*Required action*
Among the entries below, one line contains "None else closer.end_pos" and another contains "first, last = tree.children[0], tree.children[-1]". Transcribe those two lines and every line between them, exactly.

Segment Start: Extracted data

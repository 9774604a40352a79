"""Review settings: defaults, and reading them from ``.notelsp.toml`` text or
from an editor's ``workspace/configuration`` answer.

Parsing is pure (text or dict in, settings and error messages out); a bad
value is reported and its default kept, so a typo never stops the review.
"""

from __future__ import annotations

import tomllib
from dataclasses import dataclass, replace
from typing import Any, Mapping

from .findings import Severity

DEFAULT_GLOBS = ("**/*.md", "**/*.markdown", "**/*.txt")


@dataclass(frozen=True)
class Settings:
    angle_tolerance: float = 5.0  # degrees allowed beyond a predicted range before an angle is flagged
    severities: tuple[tuple[str, Severity], ...] = ()  # per-rule overrides (a tuple keeps Settings hashable)
    disabled: frozenset[str] = frozenset()
    inlay_hints: bool = True
    globs: tuple[str, ...] = DEFAULT_GLOBS
    cross_check_automatic: bool = False

    def severity_of(self, rule: Any) -> Severity:
        return dict(self.severities).get(rule.code, rule.severity)

    def enabled(self, code: str) -> bool:
        return code not in self.disabled


def settings_from_mapping(values: Mapping[str, Any], base: Settings | None = None) -> tuple[Settings, list[str]]:
    """Apply known keys of ``values`` over ``base``; unknown or bad values become messages."""
    from .rules import RULES

    settings = base or Settings()
    problems: list[str] = []
    changes: dict[str, Any] = {}
    for key, value in values.items():
        if key == "angle_tolerance":
            if isinstance(value, (int, float)) and not isinstance(value, bool) and 0 <= value <= 45:
                changes[key] = float(value)
            else:
                problems.append(f"angle_tolerance must be a number of degrees from 0 to 45, not {value!r}")
        elif key == "inlay_hints" or key == "cross_check_automatic":
            if isinstance(value, bool):
                changes[key] = value
            else:
                problems.append(f"{key} must be true or false, not {value!r}")
        elif key == "disabled":
            if isinstance(value, list) and all(isinstance(v, str) for v in value):
                unknown = [v for v in value if v not in RULES]
                if unknown:
                    problems.append(f"disabled names unknown rules: {', '.join(unknown)}")
                changes[key] = frozenset(v for v in value if v in RULES)
            else:
                problems.append(f"disabled must be a list of rule codes, not {value!r}")
        elif key == "severity":
            if isinstance(value, Mapping):
                severities = dict(settings.severities)
                for code, level in value.items():
                    if code not in RULES:
                        problems.append(f"severity names an unknown rule: {code}")
                    elif level not in {s.value for s in Severity}:
                        problems.append(f"severity of {code} must be error, warning, information or hint, not {level!r}")
                    else:
                        severities[code] = Severity(level)
                changes["severities"] = tuple(sorted(severities.items()))
            else:
                problems.append(f"severity must be a table of rule = level, not {value!r}")
        elif key == "files":
            if isinstance(value, list) and value and all(isinstance(v, str) and v for v in value):
                changes["globs"] = tuple(value)
            else:
                problems.append(f"files must be a non-empty list of glob patterns, not {value!r}")
        else:
            problems.append(f"unknown setting {key!r}")
    return replace(settings, **changes), problems


def settings_from_toml(text: str, base: Settings | None = None) -> tuple[Settings, list[str]]:
    """Read the ``[review]`` table of a ``.notelsp.toml`` file's text."""
    try:
        document = tomllib.loads(text)
    except tomllib.TOMLDecodeError as error:
        return base or Settings(), [f".notelsp.toml is not valid TOML: {error}"]
    problems: list[str] = []
    for key in document:
        if key != "review":
            problems.append(f"unknown table or key {key!r} (settings go under [review])")
    table = document.get("review", {})
    if not isinstance(table, dict):
        return base or Settings(), problems + ["[review] must be a table"]
    settings, more = settings_from_mapping(table, base)
    return settings, problems + more
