"""Which files are reviewed, and reviews cached by their inputs.

Pure: the server keeps the texts and asks here; a review is a function of
(text, kind, settings), so it is cached by exactly those.
"""

from __future__ import annotations

import re
from functools import lru_cache
from typing import TYPE_CHECKING

from .settings import Settings

if TYPE_CHECKING:
    from .document import DocumentKind, DocumentReview

REVIEWED_SUFFIXES = (".md", ".markdown", ".txt")


@lru_cache(maxsize=256)
def _glob_pattern(glob: str) -> re.Pattern[str]:
    """A ``files`` glob as a regex: ``**/`` spans folders (or none), ``*`` and ``?`` stay in one."""
    out, index = [], 0
    while index < len(glob):
        if glob.startswith("**/", index):
            out.append("(?:.*/)?")
            index += 3
        elif glob.startswith("**", index):
            out.append(".*")
            index += 2
        elif glob[index] == "*":
            out.append("[^/]*")
            index += 1
        elif glob[index] == "?":
            out.append("[^/]")
            index += 1
        else:
            out.append(re.escape(glob[index]))
            index += 1
    return re.compile("".join(out) + r"\Z")


def is_reviewed(relative_path: str, settings: Settings) -> bool:
    """Whether a file (path relative to the workspace root, ``/``-separated) gets reviewed."""
    path = relative_path.replace("\\", "/").lstrip("/")
    if not path.lower().endswith(REVIEWED_SUFFIXES):
        return False
    return any(_glob_pattern(glob).match(path) for glob in settings.globs)


@lru_cache(maxsize=8)  # a few versions of the open notes; each holds the text
def cached_review(text: str, kind: "DocumentKind", settings: Settings) -> "DocumentReview":
    """``review_text`` memoised: hover, actions and hints on an unchanged text share one review."""
    from .document import review_text  # file selection above stays importable without the analysis stack

    return review_text(text, kind, settings)
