class _FormulaBuilder:
    """Walks one ``species`` tree, collecting parts and every problem in it."""

    def __init__(self, text: str, offset: int) -> None:
        self.text = text
        self.offset = offset
        self.errors: list[NotationError] = []

    def error(self, code: str, message: str, span: Span, suggestion: str | None = None) -> None:
        self.errors.append(NotationError(code, message, span, suggestion))

    def count(self, tree: Tree | None) -> int:
        if tree is None:
            return 1
        token = tree.children[0]
        value = _number_of(token)
        if value == 0:
            self.error(MALFORMED_FORMULA, f"count 0 in '{self.text.strip()}'", _span(token, self.offset))
        elif value > MAX_COUNT:
            self.error(FORMULA_TOO_LARGE, f"count {value} is above {MAX_COUNT}", _span(token, self.offset))
        return value

    def parts(self, tree: Tree, depth: int) -> tuple[Part, ...]:
        built: list[Part] = []
        for part in tree.children:
            if part.data == "atom":
                built.append(self.atom(part, built[-1] if built and isinstance(built[-1], Atom) else None))
            elif part.data == "bond_mark":
                built.append(self.bond_mark(part.children[0], built, depth))
            else:
                built.append(self.group(part, depth + 1))
        if built and isinstance(built[-1], BondMark):
            self.error(MALFORMED_FORMULA, f"bond '{self.text[built[-1].span.start - self.offset]}' "
                       "with no atom after it", built[-1].span)
        return tuple(built)

    def bond_mark(self, token: Token, before: list[Part], depth: int) -> BondMark:
        """An explicit bond: between two atoms or groups, or opening a group (the bond to the atom before it)."""
        span = _span(token, self.offset)
        written = str(token)
        if before and isinstance(before[-1], BondMark):
            self.error(MALFORMED_FORMULA, f"two bonds in a row in '{self.text.strip()}'", span)
        elif not before and depth == 0:
            self.error(MALFORMED_FORMULA, f"bond '{written}' with no atom before it", span)
        return BondMark(_BOND_ORDERS[written], span)

    def atom(self, tree: Tree, previous: Atom | None) -> Atom:
        token = tree.children[0]
        count_tree = tree.children[1] if len(tree.children) > 1 else None
        count = self.count(count_tree)
        end = count_tree.children[0].end_pos if count_tree is not None else token.end_pos
        span = Span(token.start_pos + self.offset, end + self.offset)
        if not elements.is_symbol(str(token)):
            self.unknown_symbol(str(token), _span(token, self.offset), previous)
        return Atom(str(token), count, span)

    def unknown_symbol(self, symbol: str, span: Span, previous: Atom | None) -> None:
        fix = _symbol_suggestion(symbol, previous)
        if fix is not None:
            suggestion, previous_span = fix
            self.error(
                UNKNOWN_ELEMENT,
                f"unknown element '{previous.symbol}{symbol}'; did you mean '{suggestion}'?",
                Span(previous_span.start, span.end),
                suggestion,
            )
        else:
            self.error(UNKNOWN_ELEMENT, f"unknown element '{symbol}'", span)

    def group(self, tree: Tree, depth: int) -> Group:
        opener, inner, closer = tree.children[0], tree.children[1], tree.children[2]
        if depth == MAX_NESTING + 1:  # reported once, at the first group too deep
            self.error(FORMULA_TOO_LARGE, f"groups nested deeper than {MAX_NESTING} levels", _span(opener, self.offset))
        count_tree = tree.children[3] if len(tree.children) > 3 else None
        count = self.count(count_tree)
        end = count_tree.children[0].end_pos if count_tree is not None else closer.end_pos
        return Group(self.parts(inner, depth), count, Span(opener.start_pos + self.offset, end + self.offset))

    def charge(self, tree: Tree | None) -> int:
        if tree is None:
            return 0
        magnitude, sign = 1, 1
        for token in tree.children:
            if token.type in ("DIGITS", "SUPDIGITS"):
                magnitude = _number_of(token)
            elif token.type in ("SIGN", "SUPSIGN"):
                sign = 1 if str(token) in "+⁺" else -1
        first, last = tree.children[0], tree.children[-1]
        span = Span(first.start_pos + self.offset, last.end_pos + self.offset)
        if magnitude == 0:
            self.error(MALFORMED_FORMULA, "charge 0 written with a sign", span)
        elif magnitude > MAX_CHARGE:
            self.error(FORMULA_TOO_LARGE, f"charge {magnitude} is above {MAX_CHARGE}", span)
        if " " in self.text[first.end_pos : last.start_pos] or "\t" in self.text[first.end_pos : last.start_pos]:
            self.error(MALFORMED_FORMULA, "space inside a charge", span)
        return sign * magnitude

    def smiles(self, tree: Tree) -> Formula:
        """``smiles "..."``: the SMILES between the quotes, kept verbatim for the chemistry to read."""
        quoted = tree.children[1]
        smiles = str(quoted)[1:-1]
        span = Span(quoted.start_pos + 1 + self.offset, quoted.end_pos - 1 + self.offset)
        if not smiles.strip():
            self.error(MALFORMED_FORMULA, 'empty SMILES; write e.g. smiles "CC(=O)O"', _span(quoted, self.offset))
        elif re.search(r"\s", smiles):
            at = span.start + re.search(r"\s", smiles).start()
            self.error(MALFORMED_FORMULA, f"space inside SMILES '{smiles.strip()}' (a SMILES is one word)", Span(at, at + 1))
        elif len(smiles) > MAX_SMILES_CHARS:
            self.error(FORMULA_TOO_LARGE, f"SMILES longer than {MAX_SMILES_CHARS} characters", span)
        return Formula(smiles, (), 0, span, smiles=smiles)

    def formula(self, tree: Tree, centre_tree: Tree | None) -> Formula:
        bracketed = tree.data == "bracketed"
        children = tree.children
        parts_tree = children[1] if bracketed else children[0]
        charge_tree = next((c for c in children if isinstance(c, Tree) and c.data == "charge"), None)
        parts = self.parts(parts_tree, 0)
        charge = self.charge(charge_tree)
        tokens = _tokens(tree)
        start, end = tokens[0].start_pos, tokens[-1].end_pos
        core_end = (charge_tree.children[0].start_pos if charge_tree is not None else end)
        self.check_spaces(start, core_end)
        written = self.text[start:end]
        span = Span(start + self.offset, end + self.offset)
        if len(written) > MAX_FORMULA_CHARS:
            self.error(FORMULA_TOO_LARGE, f"formula longer than {MAX_FORMULA_CHARS} characters", span)
        centre = None
        if centre_tree is not None:
            centre_token = centre_tree.children[1]
            centre = str(centre_token)
            if not elements.is_symbol(centre):
                self.error(UNKNOWN_ELEMENT, f"unknown element '{centre}'", _span(centre_token, self.offset))
            elif all(centre not in _symbols(part) for part in parts):
                self.error(MALFORMED_FORMULA, f"centre '{centre}' is not in '{written}'", _span(centre_token, self.offset))
        return Formula(written, parts, charge, span, centre, bracketed)

    def check_spaces(self, start: int, end: int) -> None:
        core = self.text[start:end].rstrip()
        match = re.search(r"\s", core)
        if match is not None:
            at = start + match.start() + self.offset
            self.error(MALFORMED_FORMULA, f"space inside formula '{core}'", Span(at, at + 1))


def _symbols(part: Part) -> set[str]:
    if isinstance(part, Atom):
        return {part.symbol}
    if isinstance(part, BondMark):
        return set()
    return set().union(*(_symbols(inner) for inner in part.parts))


def parse_formulas(text: str, offset: int = 0) -> tuple[tuple[Formula, ...], tuple[NotationError, ...]]:
    """The species written in ``text`` (one, or two around 'vs'), with spans shifted by ``offset``."""
    formulas, errors = _formulas_at_start(text)
    return shifted(formulas, offset), shifted(errors, offset)


@lru_cache(maxsize=8192)
def _formulas_at_start(text: str) -> tuple[tuple[Formula, ...], tuple[NotationError, ...]]:
    """``parse_formulas`` once per distinct text, spans from 0 (notes name the same species often)."""
    offset = 0
    smiles = _SMILES_MARKER.search(text) is not None
    if len(text) > 2 * (MAX_SMILES_CHARS if smiles else MAX_FORMULA_CHARS) + 16:
        start = len(text) - len(text.lstrip())
        what = f"SMILES longer than {MAX_SMILES_CHARS}" if smiles else f"formula longer than {MAX_FORMULA_CHARS}"
        return (), (NotationError(FORMULA_TOO_LARGE, f"{what} characters",
                                  Span(offset + start, offset + len(text.rstrip()))),)
    unclosed = _unclosed_smiles(text)
    if unclosed is not None:
        return (), (NotationError(MALFORMED_FORMULA, f"the SMILES opened at '{text[unclosed:].strip()[:24]}' has no "
                                  "closing '\"'; write e.g. smiles \"CC(=O)O\"", Span(unclosed, unclosed + 1)),)
    unquoted = _UNQUOTED_SMILES.search(text)
    if unquoted is not None:  # smiles CCO: the SMILES must be quoted, or its [ ] ( ) = # : would be read as notation
        word = unquoted.group(1)
        return (), (NotationError(MALFORMED_FORMULA, f"write the SMILES in double quotes: smiles \"{word}\"",
                                  Span(unquoted.start(1), unquoted.end(1)), f'"{word}"'),)
    try:
        tree = parser().parse(text, start="formula_spec")
    except UnexpectedInput as error:
        return (), (_syntax_error(MALFORMED_FORMULA, text, error, offset, "formula"),)
    builder = _FormulaBuilder(text, offset)
    formulas = []
    for species in tree.children:
        if isinstance(species, Token):  # 'vs'
            continue
        if species.data == "smiles_species":
            formulas.append(builder.smiles(species))
            continue
        centre = species.children[1] if len(species.children) > 1 else None
        formulas.append(builder.formula(species.children[0], centre))
    if builder.errors:
        return (), tuple(builder.errors)  # the chemistry only sees formulas that read cleanly
    return tuple(formulas), ()


# "smiles" (any case) then an opening quote: where a SMILES species begins
_SMILES_MARKER = re.compile(r'(?i)(?<![A-Za-z])smiles[ \t]*"')
_UNQUOTED_SMILES = re.compile(r'(?i)(?<![A-Za-z])smiles[ \t]+([^"\s]\S*)')


def _unclosed_smiles(text: str) -> int | None:
    """The offset of a SMILES' opening quote that is never closed, else None (quotes pair up in order)."""
    return text.rfind('"') if text.count('"') % 2 else None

Segment End: Extracted data

*Result of this exercise*
        end = count_tree.children[0].end_pos if count_tree is not None else closer.end_pos
        return Group(self.parts(inner, depth), count, Span(opener.start_pos + self.offset, end + self.offset))

    def charge(self, tree: Tree | None) -> int:
        if tree is None:
            return 0
        magnitude, sign = 1, 1
        for token in tree.children:
            if token.type in ("DIGITS", "SUPDIGITS"):
                magnitude = _number_of(token)
            elif token.type in ("SIGN", "SUPSIGN"):
                sign = 1 if str(token) in "+⁺" else -1
        first, last = tree.children[0], tree.children[-1]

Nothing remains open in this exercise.